Reinforcement learning is a third set of machine learning algorithms. In other words, reinforcement learning may be used to train a machine learning model. In reinforcement learning, one or more software participants (referred to as "software agents") are trained in the environment to take action. Based on the action taken, a reward is calculated. Reinforcement learning is based on training one or more software agents to select such actions so that the cumulative reward is thereby increased, resulting in the software agent becoming better (as evidenced by the increased reward) in completing a given task.
Furthermore, some techniques may be applied to some machine learning algorithms. For example, feature learning may be used. In other words, the machine learning model may be trained, at least in part, using feature learning, and/or the machine learning algorithm may include a feature learning component. Feature learning algorithms, which may be referred to as representation learning algorithms, may retain the information in their inputs, but may also transform them in a way that makes them useful, usually as a pre-processing step before classification or prediction is performed. For example, feature learning may be based on a master analysis or cluster analysis.
In some examples, anomaly detection (i.e., outlier detection) may be used with the goal of providing identification of input values that raise self-suspicion of anomalies by being significantly different from most input or training data. In other words, the machine learning model may be trained, at least in part, using anomaly detection, and/or the machine learning algorithm may include an anomaly detection component.

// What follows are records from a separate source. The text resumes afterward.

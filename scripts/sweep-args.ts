/**
 * The command line's arguments: design or rating files, and `--plot` anywhere among them. Anything else
 * that looks like an option is refused, so a mistyped `--plots` is not read as a file that cannot be found.
 */
export const USAGE = "usage: npm run --silent sweep -- [--plot] FILE.json [FILE2.json ...]";

const ACCEPTED =
  "the command line accepts --plot (adds each stage's Levenspiel plot points to a design) and one or more design or rating files (FILE.json); a file whose name starts with - is given as ./-name.json";

export type SweepArgs = { files: string[]; plot: boolean } | { error: string };

export function readSweepArgs(argv: readonly string[]): SweepArgs {
  const files: string[] = [];
  let plot = false;
  for (const arg of argv) {
    // npm hands its "--" separator through; it ends nothing here.
    if (arg === "--") continue;
    if (arg === "--plot") plot = true;
    else if (arg.startsWith("-")) return { error: `unknown option "${arg}": ${ACCEPTED}` };
    else files.push(arg);
  }
  if (files.length === 0) return { error: `no design or rating file given; ${USAGE}` };
  return { files, plot };
}
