/**
 * Command line: `npm run --silent sweep -- [--plot] FILE.json [FILE2.json ...]`.
 * One design (or rating) result per file, one JSON document per line, in file order; an error object
 * `{ "error": "...", "path": "..." }` on the line of a file that fails. Exit 1 if any failed, 2 when the
 * command line itself is wrong (an unknown option, no file).
 * Levenspiel plot points are left out unless `--plot` is given: they are most of the bytes and a batch
 * rarely draws them (docs/sweep-spec.md).
 */
import { readFileSync } from "node:fs";
import { designNetwork, designTrains, EngineError, rateTrain, type DesignResult } from "../lib/engine/index";
import { isNetworkSpec, networkSpecSchema } from "../lib/schemas/network-spec";
import { designSpecSchema, ratingSpecSchema } from "../lib/schemas/sweep-spec";
import { readSweepArgs } from "./sweep-args";

interface ErrorLine {
  error: string;
  path: string;
}

function fail(error: string, path: string): ErrorLine {
  return { error, path };
}

interface SchemaIssue {
  path: readonly PropertyKey[];
  message: string;
  code?: string;
  errors?: readonly (readonly SchemaIssue[])[];
}

/**
 * Inside a union of object forms (the train's three forms) the form that failed on the fewest fields, when
 * one clearly did and on a named field, is the one the file meant: its issue names the field ("train.recycleRatio:
 * Recycle ratio: ...") instead of "train: Invalid input". Other unions (a number or a quantity string) stay as they are.
 */
function closestIssue(issue: SchemaIssue): SchemaIssue {
  if (issue.code !== "invalid_union" || !issue.errors || issue.errors.length < 2) return issue;
  const sorted = [...issue.errors].sort((p, q) => p.length - q.length);
  const [best, next] = sorted;
  if (best.length === 0 || best.length >= next.length || best[0].path.length === 0) return issue;
  const inner = closestIssue(best[0]);
  return { ...inner, path: [...issue.path, ...inner.path] };
}

function schemaError(issues: readonly SchemaIssue[]): ErrorLine {
  const issue = closestIssue(issues[0]);
  const path = issue.path.map(String).join(".");
  return fail(path ? `${path}: ${issue.message}` : issue.message, path);
}

/**
 * The design without its plot points. Rest copies rather than `delete` (which would turn every stage into
 * a slow dictionary object before serialising) and rather than a JSON replacer (a call per key); any field
 * the engine adds later is kept.
 */
function withoutPlot(result: DesignResult): unknown {
  return {
    ...result,
    candidates: result.candidates.map((c) => ({ ...c, stages: c.stages.map(({ levenspiel: _plot, ...stage }) => stage) })),
  };
}

function runOne(file: string, plot: boolean): { line: unknown; ok: boolean } {
  let raw: unknown;
  try {
    raw = JSON.parse(readFileSync(file, "utf8"));
  } catch (err) {
    return { line: fail(`cannot read ${file} as JSON: ${err instanceof Error ? err.message : String(err)}`, ""), ok: false };
  }
  const isNetwork = isNetworkSpec(raw);
  const isRating = typeof raw === "object" && raw !== null && "stages" in raw && !("target" in raw);
  try {
    if (isNetwork) {
      // A file with "reactions" (several reactions) follows the network contract; its result has no plot points.
      const parsed = networkSpecSchema.safeParse(raw);
      if (!parsed.success) return { line: schemaError(parsed.error.issues), ok: false };
      return { line: designNetwork(parsed.data), ok: true };
    }
    if (isRating) {
      // A rating lists steady states per stage, no plot points.
      const parsed = ratingSpecSchema.safeParse(raw);
      if (!parsed.success) return { line: schemaError(parsed.error.issues), ok: false };
      return { line: rateTrain(parsed.data), ok: true };
    }
    const parsed = designSpecSchema.safeParse(raw);
    if (!parsed.success) return { line: schemaError(parsed.error.issues), ok: false };
    const design = designTrains(parsed.data);
    return { line: plot ? design : withoutPlot(design), ok: true };
  } catch (err) {
    if (err instanceof EngineError) return { line: fail(err.message, err.path), ok: false };
    return { line: fail(`internal error: ${err instanceof Error ? err.message : String(err)}`, ""), ok: false };
  }
}

function main(argv: readonly string[]): number {
  const args = readSweepArgs(argv);
  if ("error" in args) {
    process.stdout.write(`${JSON.stringify(fail(args.error, ""))}\n`);
    return 2;
  }
  let failed = false;
  const out: string[] = [];
  for (const file of args.files) {
    const { line, ok } = runOne(file, args.plot);
    failed ||= !ok;
    out.push(JSON.stringify(line));
  }
  process.stdout.write(`${out.join("\n")}\n`);
  return failed ? 1 : 0;
}

process.exitCode = main(process.argv.slice(2));
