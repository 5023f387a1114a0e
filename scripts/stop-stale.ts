/**
 * Stops what an `npm start` of this checkout left running when its orchestrator died
 * without its orderly stop. Run by scripts/bootstrap.mjs; `npm start` does the same first.
 */
import path from "node:path";
import { fileURLToPath } from "node:url";
import { stopStaleServices } from "./lib/run-file";

const root = path.resolve(path.dirname(fileURLToPath(import.meta.url)), "..");
await stopStaleServices(root, (m) => console.log(`› ${m}`));
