#!/usr/bin/env node
// Entry of `npm start` and `npm test`. Plain JavaScript so it runs before dependencies
// exist: installs them (npm ci) when node_modules is missing or older than the lockfile,
// then hands over to the TypeScript orchestration in scripts/start.ts or scripts/test.ts.
import { spawn, spawnSync } from "node:child_process";
import { existsSync, statSync } from "node:fs";
import path from "node:path";
import { fileURLToPath } from "node:url";

const root = path.resolve(path.dirname(fileURLToPath(import.meta.url)), "..");
const command = process.argv[2];
if (command !== "start" && command !== "test") {
  console.error("usage: node scripts/bootstrap.mjs start|test");
  process.exit(2);
}

const lock = path.join(root, "package-lock.json");
const installed = path.join(root, "node_modules", ".package-lock.json");
const stale = !existsSync(installed) || statSync(installed).mtimeMs < statSync(lock).mtimeMs;
if (stale) {
  console.log("› installing dependencies (npm ci)…");
  const t0 = Date.now();
  const r = spawnSync("npm", ["ci", "--no-audit", "--no-fund"], { cwd: root, stdio: "inherit" });
  if (r.status !== 0) {
    console.error("npm ci failed");
    process.exit(r.status ?? 1);
  }
  console.log(`  dependencies installed in ${((Date.now() - t0) / 1000).toFixed(1)} s`);
}

// Run in this process tree with tsx as a loader, so signals reach the orchestrator directly.
const child = spawn(process.execPath, ["--import", "tsx", path.join(root, "scripts", `${command}.ts`), ...process.argv.slice(3)], {
  cwd: root,
  stdio: "inherit",
  env: { ...process.env, NEXT_TELEMETRY_DISABLED: "1" },
});
// Ctrl-C reaches the whole foreground group; the child does the orderly shutdown.
for (const sig of ["SIGINT", "SIGTERM"]) process.on(sig, () => child.kill(sig === "SIGTERM" ? "SIGTERM" : "SIGINT"));
child.on("exit", (code, signal) => process.exit(code ?? (signal ? 1 : 0)));
// `npm start` runs us under `sh -c`; when npm is told to stop it ends the shell, not us.
// Treat a vanished parent like SIGTERM so nothing is left running.
const parent = process.ppid;
setInterval(() => {
  if (process.ppid !== parent) child.kill("SIGTERM");
}, 1000).unref();
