import { EigenvalueDecomposition, inverse, Matrix } from "ml-matrix";
import { Solver } from "odex";
import { describe, expect, it } from "vitest";
import { centralDifferenceJacobian, forwardDifferenceJacobian } from "../../../lib/engine/difference-jacobian";
import { EngineError } from "../../../lib/engine/errors";
import { RODAS4 } from "../../../lib/engine/rosenbrock-tableau";
import { integrateStiff, type OdeFunction } from "../../../lib/engine/stiff-ode";
import { rel } from "./helpers";
import { robertson, robertsonJacobian } from "../../helpers/stiff-problems";


// A -> B -> C (first order, k1, k2) with the side reaction 2A -> D (rate k3 C_A^2, two A per event).
function network(k1: number, k2: number, k3: number) {
  return (_t: number, c: ArrayLike<number>, d: number[] | Float64Array) => {
    const r1 = k1 * c[0];
    const r2 = k2 * c[1];
    const r3 = k3 * c[0] * c[0];
    d[0] = -r1 - 2 * r3;
    d[1] = r1 - r2;
    d[2] = r2;
    d[3] = r3;
  };
}

// y' = A y with eigenvalues -1 (eigenvector (1, 1)) and -1e4 (eigenvector (1, -1)); from y(0) = (1, 0)
// the solution is 0.5 e^{-t} (1, 1) + 0.5 e^{-1e4 t} (1, -1) (2x2 closed form, common practice).
const linear: OdeFunction = (_t, y, d) => {
  d[0] = -5000.5 * y[0] + 4999.5 * y[1];
  d[1] = 4999.5 * y[0] - 5000.5 * y[1];
};
const linearExact = (t: number) => [0.5 * Math.exp(-t) + 0.5 * Math.exp(-1e4 * t), 0.5 * Math.exp(-t) - 0.5 * Math.exp(-1e4 * t)];

function linearError(rtol: number, atol: number): number {
  let worst = 0;
  for (const t of [1e-4, 1e-3, 0.1, 1, 5]) {
    const r = integrateStiff(linear, [1, 0], 0, t, { rtol, atol, autonomous: true });
    const exact = linearExact(t);
    for (let i = 0; i < 2; i++) worst = Math.max(worst, Math.abs(r.y[i] - exact[i]));
  }
  return worst;
}

/** Fixed steps of size h (tolerances so loose that no step is rejected or resized). */
function fixedSteps(f: OdeFunction, y0: number[], t1: number, steps: number, autonomous: boolean) {
  const h = t1 / steps;
  return integrateStiff(f, y0, 0, t1, { rtol: 1e30, atol: 1e30, initialStep: h, maxStep: h, autonomous });
}

describe("RODAS4 coefficients", () => {
  // Back from the transformed form to the standard one: Gamma = (diag(1/gamma) - C)^{-1},
  // alpha_ij = (A Gamma)_ij, b = m Gamma (Hairer & Wanner II, Sect. IV.7, transformation (7.25), from memory).
  const s = RODAS4.stages;
  const square = (rows: readonly (readonly number[])[]) => Matrix.from1DArray(s, s, Array.from({ length: s * s }, (_, k) => rows[Math.floor(k / s)][k % s] ?? 0));
  const C = square(RODAS4.c);
  const gammaInverse = Matrix.eye(s, s).mul(1 / RODAS4.gamma).sub(C);
  const Gamma = inverse(gammaInverse);
  const alpha = square(RODAS4.a).mmul(Gamma);
  const beta = alpha.clone().add(Gamma); // alpha + Gamma, diagonal included
  const ones = Matrix.ones(s, 1);
  const weights = (m: readonly number[]) => new Matrix([Array.from(m)]).mmul(Gamma);
  const a1 = alpha.mmul(ones);
  const pow = (v: Matrix, p: number) => v.clone().apply(function (this: Matrix, i: number, j: number) { this.set(i, j, this.get(i, j) ** p); });
  const times = (u: Matrix, v: Matrix) => u.clone().apply(function (this: Matrix, i: number, j: number) { this.set(i, j, this.get(i, j) * v.get(i, j)); });
  const dot = (b: Matrix, v: Matrix) => b.mmul(v).get(0, 0);
  // The Rosenbrock order conditions written with the diagonal kept inside beta, where they read like
  // the Runge-Kutta ones (Hairer & Wanner II, Table IV.7.1, moved to this form; from memory).
  const conditions = (b: Matrix) => [
    dot(b, ones) - 1,
    dot(b, beta.mmul(ones)) - 1 / 2,
    dot(b, pow(a1, 2)) - 1 / 3,
    dot(b, beta.mmul(beta).mmul(ones)) - 1 / 6,
    dot(b, pow(a1, 3)) - 1 / 4,
    dot(b, times(a1, alpha.mmul(beta).mmul(ones))) - 1 / 8,
    dot(b, beta.mmul(pow(a1, 2))) - 1 / 12,
    dot(b, beta.mmul(beta).mmul(beta).mmul(ones)) - 1 / 24,
  ];

  it("satisfy the eight conditions of order 4, and the embedded solution those of order 3 but not 4", () => {
    for (const residual of conditions(weights(RODAS4.m))) expect(Math.abs(residual)).toBeLessThan(1e-13);
    const embedded = conditions(weights(RODAS4.mHat));
    for (const residual of embedded.slice(0, 4)) expect(Math.abs(residual)).toBeLessThan(1e-13);
    expect(Math.max(...embedded.slice(4).map(Math.abs))).toBeGreaterThan(1e-3);
  });

  it("have nodes equal to the row sums of alpha and d equal to the row sums of Gamma", () => {
    for (let i = 0; i < s; i++) {
      expect(Math.abs(a1.get(i, 0) - RODAS4.alpha[i])).toBeLessThan(1e-13);
      expect(Math.abs(Gamma.getRow(i).reduce((x, y) => x + y, 0) - RODAS4.d[i])).toBeLessThan(1e-13);
    }
  });

  it("are L-stable: the stability function vanishes at -infinity and stays below 1 on the left half-plane", () => {
    // R(z) = 1 + z b (I - z beta)^{-1} 1 (Hairer & Wanner II, Sect. IV.7, from memory).
    const b = weights(RODAS4.m);
    const R = (z: number) => 1 + z * dot(b, inverse(Matrix.eye(s, s).sub(beta.clone().mul(z))).mmul(ones));
    expect(Math.abs(R(-1e12))).toBeLessThan(1e-9);
    for (const z of [-0.1, -1, -10, -100, -1e4, -1e6]) expect(Math.abs(R(z))).toBeLessThan(1);
  });
});

describe("difference Jacobians", () => {
  // A <=> B with rate laws clamped at zero, plus 2B -> C: J = [[-k1, k2, 0], [k1, -k2 - 4 k3 B, 0], [0, 2 k3 B, 0]] (common practice).
  const k1 = 3;
  const k2 = 0.7;
  const k3 = 50;
  const f: OdeFunction = (_t, y, d) => {
    const a = Math.max(y[0], 0);
    const b = Math.max(y[1], 0);
    const r = k1 * a - k2 * b;
    d[0] = -r;
    d[1] = r - 2 * k3 * b * b;
    d[2] = k3 * b * b;
  };
  const exact = (b: number) => [-k1, k2, 0, k1, -k2 - 4 * k3 * b, 0, 0, 2 * k3 * b, 0];
  const differences = (y: number[], central: boolean) => {
    const yy = Float64Array.from(y);
    const f0 = new Float64Array(3);
    f(0, yy, f0);
    const J = new Float64Array(9);
    if (central) centralDifferenceJacobian(f, 0, yy, f0, J, new Float64Array(3), new Float64Array(3));
    else forwardDifferenceJacobian(f, 0, yy, f0, J, new Float64Array(3));
    expect(Array.from(yy)).toEqual(y);
    return Array.from(J);
  };

  it("are right at a species that is absent, where the rate law clamps at zero (probed on the positive side)", () => {
    // Forward differences carry an error of order sqrt(eps) times the rate terms over the increment; central ones eps^(2/3).
    for (const [central, tolerance] of [[true, 1e-7], [false, 1e-4]] as const) {
      const J = differences([2, 0, 0], central);
      exact(0).forEach((v, i) => expect(Math.abs(J[i] - v)).toBeLessThan(tolerance));
    }
  });

  it("central differences are exact to round-off for a rate quadratic in one concentration; forward ones are not", () => {
    const b = 1e-4;
    const central = differences([2, b, 0], true);
    const forward = differences([2, b, 0], false);
    const want = exact(b);
    // Forward: the truncation error k3 * increment (about 1e-6 relative here); central: round-off only.
    expect(Math.abs(central[7] - want[7]) / want[7]).toBeLessThan(1e-10);
    expect(Math.abs(forward[7] - want[7]) / want[7]).toBeGreaterThan(1e-7);
  });
});

describe("stiff integrator: order and accuracy", () => {
  it("converges with order 4 on a non-autonomous problem, y' = -2 t y^2, y = 1 / (1 + t^2) (closed form)", () => {
    const f: OdeFunction = (t, y, d) => {
      d[0] = -2 * t * y[0] * y[0];
    };
    const errors = [20, 40, 80].map((n) => Math.abs(fixedSteps(f, [1], 2, n, false).y[0] - 1 / 5));
    const orders = [Math.log2(errors[0] / errors[1]), Math.log2(errors[1] / errors[2])];
    console.log(`order on y' = -2 t y^2: ${orders.map((o) => o.toFixed(2)).join(", ")}`);
    expect(orders[1]).toBeGreaterThan(3.6);
    expect(orders[1]).toBeLessThan(4.6);
  });

  it("converges with order 4 on A -> B -> C (closed form, common practice)", () => {
    const f = network(1, 0.5, 0) as OdeFunction;
    const exactB = (t: number) => (2 * 1) / (0.5 - 1) * (Math.exp(-1 * t) - Math.exp(-0.5 * t));
    const errors = [10, 20, 40].map((n) => Math.abs(fixedSteps(f, [2, 0, 0, 0], 3, n, true).y[1] - exactB(3)));
    const order = Math.log2(errors[1] / errors[2]);
    expect(order).toBeGreaterThan(3.6);
    expect(order).toBeLessThan(4.6);
  });

  it("stays accurate on a very stiff non-autonomous problem, y' = -1e6 (y - sin t) + cos t, y = sin t (closed form)", () => {
    // Stiff accuracy: the error does not grow with the stiffness (common practice for L-stable, stiffly accurate methods).
    const f: OdeFunction = (t, y, d) => {
      d[0] = -1e6 * (y[0] - Math.sin(t)) + Math.cos(t);
    };
    const r = integrateStiff(f, [0], 0, 10, { rtol: 1e-8, atol: 1e-10 });
    expect(r.status).toBe("ok");
    expect(Math.abs(r.y[0] - Math.sin(10))).toBeLessThan(1e-7);
  });

  it("solves a stiff linear system (eigenvalues -1 and -1e4) within the tolerance (2x2 closed form, common practice)", () => {
    expect(linearError(1e-8, 1e-12)).toBeLessThan(1e-7);
  });

  it("follows a fast equilibrium A <=> B (1e4, 5e3 per s) feeding a slow B -> C (1e-3 per s): matrix exponential by ml-matrix's eigen-decomposition", () => {
    // A linear first-order network y' = K y has y(t) = V exp(Lambda t) V^{-1} y0 (common practice); the
    // eigen-decomposition comes from ml-matrix, independently of the integrator.
    const K = new Matrix([
      [-1e4, 5e3, 0],
      [1e4, -5e3 - 1e-3, 0],
      [0, 1e-3, 0],
    ]);
    const eig = new EigenvalueDecomposition(K);
    const V = eig.eigenvectorMatrix;
    const c = inverse(V).mmul(Matrix.columnVector([3, 0, 0]));
    const exact = (t: number) => V.mmul(Matrix.columnVector(eig.realEigenvalues.map((l, i) => Math.exp(l * t) * c.get(i, 0)))).to1DArray();
    const f: OdeFunction = (_t, y, d) => {
      for (let i = 0; i < 3; i++) d[i] = K.get(i, 0) * y[0] + K.get(i, 1) * y[1] + K.get(i, 2) * y[2];
    };
    const times = [1e-5, 1e-4, 1e-3, 1, 100, 1000, 5000];
    const steps: Record<string, number> = {};
    for (const differences of ["central", "forward"] as const) {
      const r = integrateStiff(f, [3, 0, 0], 0, 5000, { rtol: 1e-8, atol: 1e-12, autonomous: true, outputTimes: times, differences });
      for (const o of r.outputs) {
        const e = exact(o.t);
        for (let i = 0; i < 3; i++) expect(Math.abs(o.y[i] - e[i])).toBeLessThan(1e-7 * Math.max(Math.abs(e[i]), 1e-3));
      }
      steps[differences] = r.steps;
    }
    // The fast equilibrium costs steps only while it settles (a non-stiff method would need about
    // 5000 x 1.5e4 / 3 steps), provided the Jacobian resolves the slow rate hidden in the fast block:
    // central differences do; forward ones stay accurate but need many more steps.
    expect(steps.central).toBeLessThan(1000);
    console.log(`fast equilibrium network to 5000: ${steps.central} steps (central differences), ${steps.forward} (forward)`);
  });

  it("controls the error: tightening rtol from 1e-4 to 1e-8 shrinks the achieved error at least 100-fold", () => {
    const loose = linearError(1e-4, 1e-8);
    const tight = linearError(1e-8, 1e-12);
    console.log(`linear stiff system, largest error: rtol 1e-4 ${loose.toExponential(2)}, rtol 1e-8 ${tight.toExponential(2)}`);
    expect(tight * 100).toBeLessThan(loose);
  });
});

In some examples, the machine learning algorithm may use a decision tree as the predictive model. In other words, the machine learning model may be based on a decision tree. In a decision tree, observations about an item (e.g., a set of input values) may be represented by branches of the decision tree, while output values corresponding to the item may be represented by leaves of the decision tree. The decision tree may support both discrete and continuous values as output values. The decision tree may be represented as a classification tree if discrete values are used, or as a regression tree if continuous values are used.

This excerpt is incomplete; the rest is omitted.